(Recorded data)
+--

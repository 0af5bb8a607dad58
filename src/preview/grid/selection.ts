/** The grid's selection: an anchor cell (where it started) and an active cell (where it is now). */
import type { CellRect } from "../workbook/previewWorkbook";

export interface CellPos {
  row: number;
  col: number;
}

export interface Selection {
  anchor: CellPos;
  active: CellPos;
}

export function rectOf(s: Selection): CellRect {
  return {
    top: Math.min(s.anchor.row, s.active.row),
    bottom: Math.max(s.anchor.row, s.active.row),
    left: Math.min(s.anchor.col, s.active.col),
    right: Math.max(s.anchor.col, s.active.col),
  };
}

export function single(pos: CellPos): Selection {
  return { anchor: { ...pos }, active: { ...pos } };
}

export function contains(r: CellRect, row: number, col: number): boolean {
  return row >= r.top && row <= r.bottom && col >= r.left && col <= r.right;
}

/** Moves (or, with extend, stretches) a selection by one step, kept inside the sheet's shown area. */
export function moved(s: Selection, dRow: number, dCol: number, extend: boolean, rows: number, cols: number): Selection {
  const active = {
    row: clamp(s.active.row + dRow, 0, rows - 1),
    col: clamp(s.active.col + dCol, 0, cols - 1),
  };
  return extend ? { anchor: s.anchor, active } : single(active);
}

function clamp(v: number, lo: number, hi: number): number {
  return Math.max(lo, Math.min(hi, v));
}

+--

WORK INSTRUCTIONS: Exactly as written, output all of the entries.

TASK OUTPUT:
repository 0af5bb8a607dad58
filename src/preview/grid/selection.ts
/** The grid's selection: an anchor cell (where it started) and an active cell (where it is now). */
import type { CellRect } from "../workbook/previewWorkbook";

export interface CellPos {
  row: number;
  col: number;
}

export interface Selection {
  anchor: CellPos;
  active: CellPos;
}

export function rectOf(s: Selection): CellRect {
  return {
    top: Math.min(s.anchor.row, s.active.row),
    bottom: Math.max(s.anchor.row, s.active.row),
    left: Math.min(s.anchor.col, s.active.col),
    right: Math.max(s.anchor.col, s.active.col),
  };
}

export function single(pos: CellPos): Selection {
  return { anchor: { ...pos }, active: { ...pos } };
}

export function contains(r: CellRect, row: number, col: number): boolean {
  return row >= r.top && row <= r.bottom && col >= r.left && col <= r.right;
}

/** Moves (or, with extend, stretches) a selection by one step, kept inside the sheet's shown area. */
export function moved(s: Selection, dRow: number, dCol: number, extend: boolean, rows: number, cols: number): Selection {
  const active = {
    row: clamp(s.active.row + dRow, 0, rows - 1),
    col: clamp(s.active.col + dCol, 0, cols - 1),
  };
  return extend ? { anchor: s.anchor, active } : single(active);
}

function clamp(v: number, lo: number, hi: number): number {
  return Math.max(lo, Math.min(hi, v));
}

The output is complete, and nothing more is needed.